**DIRECTIONS:** After finding the line with "step[index] = 1e-5" in the entries below, retype exactly each line from there through the line with "assert [quantity.unit for", including that final line.
[Opening THE DATA section]
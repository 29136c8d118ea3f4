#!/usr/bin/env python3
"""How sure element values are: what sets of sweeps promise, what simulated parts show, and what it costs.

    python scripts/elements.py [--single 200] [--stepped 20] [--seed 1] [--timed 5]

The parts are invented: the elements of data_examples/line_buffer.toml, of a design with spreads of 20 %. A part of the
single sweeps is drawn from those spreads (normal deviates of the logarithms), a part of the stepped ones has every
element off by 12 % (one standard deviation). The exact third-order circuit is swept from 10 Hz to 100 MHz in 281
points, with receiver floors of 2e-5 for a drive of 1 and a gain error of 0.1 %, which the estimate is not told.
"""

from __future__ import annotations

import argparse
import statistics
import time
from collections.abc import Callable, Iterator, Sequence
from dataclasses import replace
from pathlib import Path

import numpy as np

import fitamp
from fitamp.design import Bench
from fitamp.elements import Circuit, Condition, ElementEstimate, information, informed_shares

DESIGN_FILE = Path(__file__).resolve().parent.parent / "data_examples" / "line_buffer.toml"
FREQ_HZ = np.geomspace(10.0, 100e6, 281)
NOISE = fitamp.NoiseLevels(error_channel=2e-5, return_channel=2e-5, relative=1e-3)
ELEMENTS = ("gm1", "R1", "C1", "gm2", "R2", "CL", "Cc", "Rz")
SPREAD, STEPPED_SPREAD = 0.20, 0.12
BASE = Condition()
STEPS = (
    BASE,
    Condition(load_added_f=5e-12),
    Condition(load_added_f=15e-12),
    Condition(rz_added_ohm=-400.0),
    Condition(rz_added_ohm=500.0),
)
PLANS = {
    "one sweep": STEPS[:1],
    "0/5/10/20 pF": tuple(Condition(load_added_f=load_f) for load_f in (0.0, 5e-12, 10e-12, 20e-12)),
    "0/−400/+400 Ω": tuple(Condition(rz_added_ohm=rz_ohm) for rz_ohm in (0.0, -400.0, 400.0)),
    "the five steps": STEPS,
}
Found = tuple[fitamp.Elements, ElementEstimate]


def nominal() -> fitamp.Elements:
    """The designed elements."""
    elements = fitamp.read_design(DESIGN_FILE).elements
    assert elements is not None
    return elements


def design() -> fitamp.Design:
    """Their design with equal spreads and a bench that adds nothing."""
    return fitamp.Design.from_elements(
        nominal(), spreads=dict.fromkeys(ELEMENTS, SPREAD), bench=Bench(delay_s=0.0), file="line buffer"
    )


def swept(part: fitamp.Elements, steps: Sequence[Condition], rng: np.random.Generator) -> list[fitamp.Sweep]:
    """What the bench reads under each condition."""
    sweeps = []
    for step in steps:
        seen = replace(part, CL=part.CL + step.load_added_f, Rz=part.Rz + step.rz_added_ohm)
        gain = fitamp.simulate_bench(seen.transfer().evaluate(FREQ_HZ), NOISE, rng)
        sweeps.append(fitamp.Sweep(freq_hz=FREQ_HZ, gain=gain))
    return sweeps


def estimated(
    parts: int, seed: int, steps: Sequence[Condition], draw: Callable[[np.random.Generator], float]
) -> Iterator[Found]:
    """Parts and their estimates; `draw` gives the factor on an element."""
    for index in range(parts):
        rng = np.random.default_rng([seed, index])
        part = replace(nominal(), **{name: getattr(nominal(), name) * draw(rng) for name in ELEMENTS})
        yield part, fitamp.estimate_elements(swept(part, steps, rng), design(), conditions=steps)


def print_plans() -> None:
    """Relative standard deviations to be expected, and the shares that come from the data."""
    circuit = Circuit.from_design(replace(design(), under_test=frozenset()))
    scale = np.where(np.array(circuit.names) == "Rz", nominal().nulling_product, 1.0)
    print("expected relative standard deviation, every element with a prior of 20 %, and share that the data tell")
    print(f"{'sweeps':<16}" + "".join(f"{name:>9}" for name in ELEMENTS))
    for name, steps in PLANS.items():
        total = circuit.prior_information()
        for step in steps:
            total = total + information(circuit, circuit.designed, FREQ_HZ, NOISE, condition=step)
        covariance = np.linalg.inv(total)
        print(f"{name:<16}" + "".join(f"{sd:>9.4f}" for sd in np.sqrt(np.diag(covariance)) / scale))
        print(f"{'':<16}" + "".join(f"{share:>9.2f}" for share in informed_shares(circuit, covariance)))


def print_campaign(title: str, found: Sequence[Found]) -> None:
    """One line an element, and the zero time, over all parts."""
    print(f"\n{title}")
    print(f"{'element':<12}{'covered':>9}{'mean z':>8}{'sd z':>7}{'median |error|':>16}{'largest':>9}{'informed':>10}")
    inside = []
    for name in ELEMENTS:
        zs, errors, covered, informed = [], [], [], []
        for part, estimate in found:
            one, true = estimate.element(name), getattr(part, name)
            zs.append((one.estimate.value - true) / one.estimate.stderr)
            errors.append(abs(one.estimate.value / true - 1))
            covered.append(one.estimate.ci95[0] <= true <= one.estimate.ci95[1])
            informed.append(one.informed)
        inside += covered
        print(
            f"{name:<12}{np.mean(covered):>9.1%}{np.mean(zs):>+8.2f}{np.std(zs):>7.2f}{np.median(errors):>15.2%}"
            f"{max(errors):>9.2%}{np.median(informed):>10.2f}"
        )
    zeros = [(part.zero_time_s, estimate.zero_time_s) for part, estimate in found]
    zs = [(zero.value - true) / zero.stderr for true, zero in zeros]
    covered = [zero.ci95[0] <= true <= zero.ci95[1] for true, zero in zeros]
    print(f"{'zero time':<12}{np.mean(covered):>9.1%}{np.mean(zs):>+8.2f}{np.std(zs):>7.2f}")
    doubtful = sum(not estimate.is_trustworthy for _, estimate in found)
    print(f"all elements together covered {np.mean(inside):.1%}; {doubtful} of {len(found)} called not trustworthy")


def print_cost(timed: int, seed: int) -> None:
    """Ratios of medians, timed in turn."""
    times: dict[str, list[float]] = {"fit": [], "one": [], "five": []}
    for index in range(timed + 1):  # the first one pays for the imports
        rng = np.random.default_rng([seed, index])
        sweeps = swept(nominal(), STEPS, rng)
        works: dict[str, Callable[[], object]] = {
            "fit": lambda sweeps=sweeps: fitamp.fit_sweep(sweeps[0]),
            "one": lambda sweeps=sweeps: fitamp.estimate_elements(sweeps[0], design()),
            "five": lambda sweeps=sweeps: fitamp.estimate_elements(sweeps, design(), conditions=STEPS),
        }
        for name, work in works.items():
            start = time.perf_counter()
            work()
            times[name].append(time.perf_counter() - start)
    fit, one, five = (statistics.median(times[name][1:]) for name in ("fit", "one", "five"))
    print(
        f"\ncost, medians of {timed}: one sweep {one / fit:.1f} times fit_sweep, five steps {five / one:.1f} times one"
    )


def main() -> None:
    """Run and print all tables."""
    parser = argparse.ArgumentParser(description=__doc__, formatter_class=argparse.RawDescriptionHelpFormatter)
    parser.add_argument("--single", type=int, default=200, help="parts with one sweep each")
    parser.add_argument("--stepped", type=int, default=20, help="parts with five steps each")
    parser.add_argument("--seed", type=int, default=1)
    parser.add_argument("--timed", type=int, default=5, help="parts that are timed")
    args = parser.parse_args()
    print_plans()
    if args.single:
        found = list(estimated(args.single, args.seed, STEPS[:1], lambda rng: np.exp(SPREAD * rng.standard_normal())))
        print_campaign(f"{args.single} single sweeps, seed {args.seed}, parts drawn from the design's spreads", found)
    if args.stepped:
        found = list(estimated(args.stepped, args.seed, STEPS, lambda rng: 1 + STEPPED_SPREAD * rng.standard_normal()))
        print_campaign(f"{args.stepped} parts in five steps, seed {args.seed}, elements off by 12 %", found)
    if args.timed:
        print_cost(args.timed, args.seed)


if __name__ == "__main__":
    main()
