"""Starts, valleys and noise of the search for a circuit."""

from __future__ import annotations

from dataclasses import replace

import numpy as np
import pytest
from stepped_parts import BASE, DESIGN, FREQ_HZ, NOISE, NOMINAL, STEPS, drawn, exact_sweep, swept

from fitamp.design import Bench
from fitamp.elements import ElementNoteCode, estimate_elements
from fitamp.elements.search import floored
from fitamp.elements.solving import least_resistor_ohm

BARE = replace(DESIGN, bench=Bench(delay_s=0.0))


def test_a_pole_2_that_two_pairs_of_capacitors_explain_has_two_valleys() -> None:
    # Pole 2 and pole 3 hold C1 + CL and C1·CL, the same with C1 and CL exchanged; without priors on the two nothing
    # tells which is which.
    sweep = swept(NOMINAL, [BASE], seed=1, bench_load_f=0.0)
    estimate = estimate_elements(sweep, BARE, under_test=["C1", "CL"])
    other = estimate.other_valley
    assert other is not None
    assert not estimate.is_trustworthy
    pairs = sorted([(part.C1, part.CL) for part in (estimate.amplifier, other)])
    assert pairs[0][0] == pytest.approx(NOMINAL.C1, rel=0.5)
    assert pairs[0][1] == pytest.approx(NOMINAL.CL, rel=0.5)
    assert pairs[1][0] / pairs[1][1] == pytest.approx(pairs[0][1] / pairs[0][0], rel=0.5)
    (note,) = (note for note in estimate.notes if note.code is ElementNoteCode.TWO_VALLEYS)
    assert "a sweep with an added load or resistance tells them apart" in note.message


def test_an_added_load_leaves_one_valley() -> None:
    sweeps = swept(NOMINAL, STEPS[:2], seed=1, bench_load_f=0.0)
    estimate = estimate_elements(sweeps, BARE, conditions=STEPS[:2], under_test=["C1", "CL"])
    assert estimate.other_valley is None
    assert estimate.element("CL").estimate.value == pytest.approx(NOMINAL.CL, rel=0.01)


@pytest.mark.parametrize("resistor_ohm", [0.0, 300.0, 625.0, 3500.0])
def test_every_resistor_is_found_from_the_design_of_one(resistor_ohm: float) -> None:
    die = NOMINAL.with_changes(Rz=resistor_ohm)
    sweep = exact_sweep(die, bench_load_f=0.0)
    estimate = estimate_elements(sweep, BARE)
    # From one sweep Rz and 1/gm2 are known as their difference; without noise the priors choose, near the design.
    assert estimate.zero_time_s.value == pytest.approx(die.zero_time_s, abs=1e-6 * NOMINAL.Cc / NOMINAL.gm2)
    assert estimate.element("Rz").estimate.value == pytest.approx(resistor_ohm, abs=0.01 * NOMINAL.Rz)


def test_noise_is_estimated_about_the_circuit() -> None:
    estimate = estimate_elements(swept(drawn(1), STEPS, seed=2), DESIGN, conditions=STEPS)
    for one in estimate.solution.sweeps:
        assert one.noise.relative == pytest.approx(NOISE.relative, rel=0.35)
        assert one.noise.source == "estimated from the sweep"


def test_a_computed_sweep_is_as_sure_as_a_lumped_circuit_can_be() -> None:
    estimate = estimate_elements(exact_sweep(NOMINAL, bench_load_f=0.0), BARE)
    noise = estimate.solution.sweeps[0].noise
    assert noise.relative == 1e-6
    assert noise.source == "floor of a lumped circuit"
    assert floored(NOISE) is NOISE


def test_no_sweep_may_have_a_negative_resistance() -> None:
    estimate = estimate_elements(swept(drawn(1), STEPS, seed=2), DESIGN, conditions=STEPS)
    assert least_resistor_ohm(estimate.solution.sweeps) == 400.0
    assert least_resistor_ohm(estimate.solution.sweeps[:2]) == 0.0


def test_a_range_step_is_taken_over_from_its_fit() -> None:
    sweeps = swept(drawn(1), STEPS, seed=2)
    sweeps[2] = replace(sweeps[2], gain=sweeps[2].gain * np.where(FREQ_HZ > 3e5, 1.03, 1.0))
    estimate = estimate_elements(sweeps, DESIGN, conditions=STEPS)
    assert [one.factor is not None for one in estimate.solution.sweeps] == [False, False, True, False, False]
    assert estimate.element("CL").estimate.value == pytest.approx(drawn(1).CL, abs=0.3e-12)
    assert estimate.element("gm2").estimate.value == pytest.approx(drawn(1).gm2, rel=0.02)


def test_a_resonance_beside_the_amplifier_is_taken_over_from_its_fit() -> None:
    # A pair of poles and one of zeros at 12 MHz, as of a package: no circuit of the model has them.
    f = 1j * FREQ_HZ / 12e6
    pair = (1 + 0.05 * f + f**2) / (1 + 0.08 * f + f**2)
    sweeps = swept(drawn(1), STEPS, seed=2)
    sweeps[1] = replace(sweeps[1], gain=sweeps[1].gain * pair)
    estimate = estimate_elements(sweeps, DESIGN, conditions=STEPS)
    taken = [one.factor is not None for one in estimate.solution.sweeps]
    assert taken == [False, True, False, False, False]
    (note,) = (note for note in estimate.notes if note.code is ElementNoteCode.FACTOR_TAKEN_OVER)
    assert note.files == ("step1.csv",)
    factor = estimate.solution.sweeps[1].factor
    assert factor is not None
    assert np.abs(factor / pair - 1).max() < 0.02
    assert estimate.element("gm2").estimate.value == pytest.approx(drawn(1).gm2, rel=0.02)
[Closing THE DATA section]
[Opening THE DATA section]
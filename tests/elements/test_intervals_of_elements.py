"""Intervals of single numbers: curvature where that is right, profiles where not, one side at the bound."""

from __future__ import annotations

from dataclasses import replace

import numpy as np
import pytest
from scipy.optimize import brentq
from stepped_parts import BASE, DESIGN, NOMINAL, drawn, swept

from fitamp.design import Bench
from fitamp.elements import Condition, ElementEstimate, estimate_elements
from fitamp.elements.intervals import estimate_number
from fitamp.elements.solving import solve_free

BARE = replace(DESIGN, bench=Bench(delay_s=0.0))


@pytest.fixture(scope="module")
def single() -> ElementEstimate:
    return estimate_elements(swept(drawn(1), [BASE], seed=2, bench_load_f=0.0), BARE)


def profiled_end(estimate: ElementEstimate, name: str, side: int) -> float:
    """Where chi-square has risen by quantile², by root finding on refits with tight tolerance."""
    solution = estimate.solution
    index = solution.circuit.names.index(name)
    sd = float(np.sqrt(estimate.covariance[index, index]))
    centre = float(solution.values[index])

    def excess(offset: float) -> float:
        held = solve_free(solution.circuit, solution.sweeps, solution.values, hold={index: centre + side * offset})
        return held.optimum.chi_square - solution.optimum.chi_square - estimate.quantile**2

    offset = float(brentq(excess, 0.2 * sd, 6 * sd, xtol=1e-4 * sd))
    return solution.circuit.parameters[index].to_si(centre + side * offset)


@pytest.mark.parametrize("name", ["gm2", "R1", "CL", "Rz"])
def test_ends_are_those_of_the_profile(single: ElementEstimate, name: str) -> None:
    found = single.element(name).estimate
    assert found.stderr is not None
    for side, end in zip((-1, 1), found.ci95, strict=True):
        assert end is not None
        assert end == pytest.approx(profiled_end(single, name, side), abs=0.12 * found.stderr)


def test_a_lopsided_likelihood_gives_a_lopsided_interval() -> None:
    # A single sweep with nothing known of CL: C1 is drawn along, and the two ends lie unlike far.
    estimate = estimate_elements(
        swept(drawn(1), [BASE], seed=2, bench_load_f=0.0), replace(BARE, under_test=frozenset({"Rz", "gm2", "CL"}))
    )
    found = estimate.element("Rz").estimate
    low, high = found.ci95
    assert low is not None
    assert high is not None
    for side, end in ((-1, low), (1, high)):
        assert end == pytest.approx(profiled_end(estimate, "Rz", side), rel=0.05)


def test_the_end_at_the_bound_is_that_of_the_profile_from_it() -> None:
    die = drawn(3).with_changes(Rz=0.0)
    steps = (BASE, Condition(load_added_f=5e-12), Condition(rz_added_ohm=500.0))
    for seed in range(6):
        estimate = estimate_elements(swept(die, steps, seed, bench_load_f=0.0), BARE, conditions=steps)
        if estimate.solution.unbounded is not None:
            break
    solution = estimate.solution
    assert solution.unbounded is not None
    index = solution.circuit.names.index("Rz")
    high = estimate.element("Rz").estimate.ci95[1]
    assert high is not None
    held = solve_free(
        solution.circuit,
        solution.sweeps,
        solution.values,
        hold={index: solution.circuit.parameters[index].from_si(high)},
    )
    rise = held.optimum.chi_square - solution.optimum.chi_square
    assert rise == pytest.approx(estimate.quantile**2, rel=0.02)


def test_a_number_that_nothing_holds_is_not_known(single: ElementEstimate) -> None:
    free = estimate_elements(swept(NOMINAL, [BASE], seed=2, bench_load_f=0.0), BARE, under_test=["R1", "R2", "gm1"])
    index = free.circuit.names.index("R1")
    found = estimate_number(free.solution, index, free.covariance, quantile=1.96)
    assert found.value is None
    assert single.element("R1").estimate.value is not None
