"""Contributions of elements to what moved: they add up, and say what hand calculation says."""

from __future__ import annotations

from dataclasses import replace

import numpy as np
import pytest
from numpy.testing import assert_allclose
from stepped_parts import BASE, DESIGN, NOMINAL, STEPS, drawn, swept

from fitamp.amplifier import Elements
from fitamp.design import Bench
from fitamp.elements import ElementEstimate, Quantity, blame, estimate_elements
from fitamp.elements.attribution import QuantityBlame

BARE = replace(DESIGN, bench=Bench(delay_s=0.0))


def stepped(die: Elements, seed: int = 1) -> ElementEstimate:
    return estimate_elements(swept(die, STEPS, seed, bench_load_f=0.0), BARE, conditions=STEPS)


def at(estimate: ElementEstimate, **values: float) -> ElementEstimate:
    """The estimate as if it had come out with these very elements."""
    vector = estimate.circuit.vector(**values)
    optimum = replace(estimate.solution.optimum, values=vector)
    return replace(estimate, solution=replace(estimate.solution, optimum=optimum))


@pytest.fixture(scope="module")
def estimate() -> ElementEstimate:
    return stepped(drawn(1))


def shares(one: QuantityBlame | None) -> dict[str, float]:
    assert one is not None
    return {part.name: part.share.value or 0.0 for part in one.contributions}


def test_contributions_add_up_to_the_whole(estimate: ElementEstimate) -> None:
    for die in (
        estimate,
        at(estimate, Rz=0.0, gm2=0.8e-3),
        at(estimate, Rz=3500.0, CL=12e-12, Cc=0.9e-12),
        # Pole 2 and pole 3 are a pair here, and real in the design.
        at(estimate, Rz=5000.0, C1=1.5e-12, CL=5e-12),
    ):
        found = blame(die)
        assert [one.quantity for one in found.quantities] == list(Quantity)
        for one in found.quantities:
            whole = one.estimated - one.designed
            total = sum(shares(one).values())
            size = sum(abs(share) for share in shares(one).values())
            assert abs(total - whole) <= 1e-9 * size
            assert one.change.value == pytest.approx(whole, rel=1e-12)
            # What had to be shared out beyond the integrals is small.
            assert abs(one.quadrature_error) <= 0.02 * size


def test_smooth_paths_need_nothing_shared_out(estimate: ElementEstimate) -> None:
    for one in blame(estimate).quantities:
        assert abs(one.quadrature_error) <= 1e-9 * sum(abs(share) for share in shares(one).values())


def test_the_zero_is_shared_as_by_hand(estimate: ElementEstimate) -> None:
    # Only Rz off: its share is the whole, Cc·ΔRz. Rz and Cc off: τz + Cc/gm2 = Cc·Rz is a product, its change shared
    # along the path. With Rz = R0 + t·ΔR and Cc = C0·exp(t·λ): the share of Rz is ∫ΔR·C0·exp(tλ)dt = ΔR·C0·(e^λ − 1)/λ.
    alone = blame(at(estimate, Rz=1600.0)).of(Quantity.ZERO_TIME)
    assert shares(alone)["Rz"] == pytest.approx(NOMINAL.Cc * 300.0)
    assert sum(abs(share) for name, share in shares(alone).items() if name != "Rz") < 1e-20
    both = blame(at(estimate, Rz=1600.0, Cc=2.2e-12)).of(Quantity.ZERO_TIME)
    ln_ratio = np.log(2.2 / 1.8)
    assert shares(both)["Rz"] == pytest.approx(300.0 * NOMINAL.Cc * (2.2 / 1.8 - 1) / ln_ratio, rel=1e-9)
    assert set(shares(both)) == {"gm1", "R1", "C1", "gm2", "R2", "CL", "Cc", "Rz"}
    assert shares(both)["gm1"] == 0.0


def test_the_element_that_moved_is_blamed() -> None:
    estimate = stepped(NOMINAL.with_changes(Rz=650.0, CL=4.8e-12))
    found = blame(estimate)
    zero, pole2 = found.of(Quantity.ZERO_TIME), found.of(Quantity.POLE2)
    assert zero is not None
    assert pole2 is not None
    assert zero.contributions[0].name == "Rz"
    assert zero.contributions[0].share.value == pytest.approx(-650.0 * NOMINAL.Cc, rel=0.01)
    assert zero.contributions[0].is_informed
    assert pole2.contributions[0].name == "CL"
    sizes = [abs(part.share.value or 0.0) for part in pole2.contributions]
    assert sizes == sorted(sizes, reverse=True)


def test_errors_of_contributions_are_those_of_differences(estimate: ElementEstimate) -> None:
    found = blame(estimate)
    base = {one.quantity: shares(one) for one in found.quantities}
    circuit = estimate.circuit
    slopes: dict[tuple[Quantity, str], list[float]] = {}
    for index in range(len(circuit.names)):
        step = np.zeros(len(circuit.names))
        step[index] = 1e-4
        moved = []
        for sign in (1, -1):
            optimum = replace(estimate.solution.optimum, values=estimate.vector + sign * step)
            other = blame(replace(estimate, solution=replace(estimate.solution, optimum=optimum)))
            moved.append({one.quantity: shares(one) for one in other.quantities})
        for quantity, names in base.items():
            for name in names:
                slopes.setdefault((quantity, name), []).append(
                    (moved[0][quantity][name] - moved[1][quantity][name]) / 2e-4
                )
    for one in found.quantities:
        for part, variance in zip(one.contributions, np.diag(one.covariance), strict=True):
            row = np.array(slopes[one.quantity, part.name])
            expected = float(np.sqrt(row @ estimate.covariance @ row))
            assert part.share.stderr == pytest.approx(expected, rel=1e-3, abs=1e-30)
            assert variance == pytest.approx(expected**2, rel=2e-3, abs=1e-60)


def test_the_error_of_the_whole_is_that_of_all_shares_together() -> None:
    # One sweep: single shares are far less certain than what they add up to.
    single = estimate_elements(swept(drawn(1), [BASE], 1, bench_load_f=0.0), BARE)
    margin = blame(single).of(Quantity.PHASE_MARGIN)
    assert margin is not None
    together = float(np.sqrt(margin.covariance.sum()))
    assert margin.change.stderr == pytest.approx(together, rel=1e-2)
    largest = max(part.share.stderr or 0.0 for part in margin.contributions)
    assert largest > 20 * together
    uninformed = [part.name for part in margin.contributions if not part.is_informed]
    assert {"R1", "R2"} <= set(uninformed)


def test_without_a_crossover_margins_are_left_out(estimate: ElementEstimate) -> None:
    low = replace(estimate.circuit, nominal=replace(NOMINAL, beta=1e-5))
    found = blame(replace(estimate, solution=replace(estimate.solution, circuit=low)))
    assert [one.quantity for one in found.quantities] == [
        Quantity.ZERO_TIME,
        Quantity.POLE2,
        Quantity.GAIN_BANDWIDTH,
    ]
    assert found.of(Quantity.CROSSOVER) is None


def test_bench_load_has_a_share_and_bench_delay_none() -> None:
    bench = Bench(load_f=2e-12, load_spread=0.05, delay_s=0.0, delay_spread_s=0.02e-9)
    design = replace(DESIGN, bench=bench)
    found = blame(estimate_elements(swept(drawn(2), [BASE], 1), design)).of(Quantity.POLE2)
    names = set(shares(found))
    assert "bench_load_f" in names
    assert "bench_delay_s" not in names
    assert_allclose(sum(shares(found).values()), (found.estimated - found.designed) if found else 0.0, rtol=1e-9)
[Closing THE DATA section]
[Opening THE DATA section]
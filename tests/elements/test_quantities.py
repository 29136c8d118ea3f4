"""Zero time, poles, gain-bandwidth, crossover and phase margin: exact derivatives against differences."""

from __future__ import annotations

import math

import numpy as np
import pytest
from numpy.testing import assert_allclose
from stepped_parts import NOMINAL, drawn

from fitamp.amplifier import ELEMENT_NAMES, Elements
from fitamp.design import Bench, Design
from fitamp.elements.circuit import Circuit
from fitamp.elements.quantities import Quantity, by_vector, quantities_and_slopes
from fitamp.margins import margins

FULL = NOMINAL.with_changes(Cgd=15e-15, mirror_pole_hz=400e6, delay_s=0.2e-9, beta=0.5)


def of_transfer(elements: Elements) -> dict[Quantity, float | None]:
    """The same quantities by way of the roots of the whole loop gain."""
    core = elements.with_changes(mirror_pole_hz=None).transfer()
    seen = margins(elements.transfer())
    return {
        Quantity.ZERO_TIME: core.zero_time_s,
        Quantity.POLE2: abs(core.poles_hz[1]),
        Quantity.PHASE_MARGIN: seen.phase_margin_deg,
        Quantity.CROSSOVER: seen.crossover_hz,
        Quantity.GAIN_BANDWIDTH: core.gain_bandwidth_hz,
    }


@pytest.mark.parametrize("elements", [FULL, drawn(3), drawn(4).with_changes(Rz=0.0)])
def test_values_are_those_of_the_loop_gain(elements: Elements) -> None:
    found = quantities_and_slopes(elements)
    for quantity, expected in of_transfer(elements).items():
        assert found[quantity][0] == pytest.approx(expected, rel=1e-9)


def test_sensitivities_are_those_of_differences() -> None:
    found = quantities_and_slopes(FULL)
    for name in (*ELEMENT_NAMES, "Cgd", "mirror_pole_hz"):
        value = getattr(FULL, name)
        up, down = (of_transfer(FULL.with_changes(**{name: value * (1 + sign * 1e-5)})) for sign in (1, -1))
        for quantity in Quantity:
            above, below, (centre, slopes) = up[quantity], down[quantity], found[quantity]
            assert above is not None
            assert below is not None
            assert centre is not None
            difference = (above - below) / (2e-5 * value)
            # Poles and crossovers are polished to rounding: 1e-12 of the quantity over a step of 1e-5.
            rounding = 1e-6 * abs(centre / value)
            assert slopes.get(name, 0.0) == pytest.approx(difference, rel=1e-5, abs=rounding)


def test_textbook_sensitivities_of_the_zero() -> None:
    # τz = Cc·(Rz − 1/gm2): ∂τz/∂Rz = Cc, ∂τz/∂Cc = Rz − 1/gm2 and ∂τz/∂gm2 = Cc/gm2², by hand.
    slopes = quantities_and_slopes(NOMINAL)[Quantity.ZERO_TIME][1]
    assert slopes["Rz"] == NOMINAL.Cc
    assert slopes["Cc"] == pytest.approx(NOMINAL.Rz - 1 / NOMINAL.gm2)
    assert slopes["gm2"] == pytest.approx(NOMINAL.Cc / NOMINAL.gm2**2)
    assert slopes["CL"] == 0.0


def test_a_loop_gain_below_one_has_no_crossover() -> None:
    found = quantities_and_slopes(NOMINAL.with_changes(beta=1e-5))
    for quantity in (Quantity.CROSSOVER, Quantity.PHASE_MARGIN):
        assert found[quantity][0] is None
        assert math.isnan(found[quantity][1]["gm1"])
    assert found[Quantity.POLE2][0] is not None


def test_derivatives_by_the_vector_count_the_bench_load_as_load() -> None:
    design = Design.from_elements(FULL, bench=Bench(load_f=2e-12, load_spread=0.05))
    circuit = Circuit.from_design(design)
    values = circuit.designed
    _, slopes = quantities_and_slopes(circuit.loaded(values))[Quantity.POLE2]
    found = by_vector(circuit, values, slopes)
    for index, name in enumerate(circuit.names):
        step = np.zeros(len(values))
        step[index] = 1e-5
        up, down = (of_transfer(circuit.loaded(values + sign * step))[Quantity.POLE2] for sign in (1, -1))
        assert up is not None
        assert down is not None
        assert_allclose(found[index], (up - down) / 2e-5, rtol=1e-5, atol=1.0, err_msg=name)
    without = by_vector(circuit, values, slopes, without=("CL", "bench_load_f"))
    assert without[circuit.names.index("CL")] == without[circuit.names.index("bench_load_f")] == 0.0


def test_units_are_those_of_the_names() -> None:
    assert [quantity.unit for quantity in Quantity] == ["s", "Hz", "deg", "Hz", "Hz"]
[Closing THE DATA section]
**TASK OUTPUT:**
        step[index] = 1e-5
        up, down = (of_transfer(circuit.loaded(values + sign * step))[Quantity.POLE2] for sign in (1, -1))
        assert up is not None
        assert down is not None
        assert_allclose(found[index], (up - down) / 2e-5, rtol=1e-5, atol=1.0, err_msg=name)
    without = by_vector(circuit, values, slopes, without=("CL", "bench_load_f"))
    assert without[circuit.names.index("CL")] == without[circuit.names.index("bench_load_f")] == 0.0


def test_units_are_those_of_the_names() -> None:
    assert [quantity.unit for quantity in Quantity] == ["s", "Hz", "deg", "Hz", "Hz"]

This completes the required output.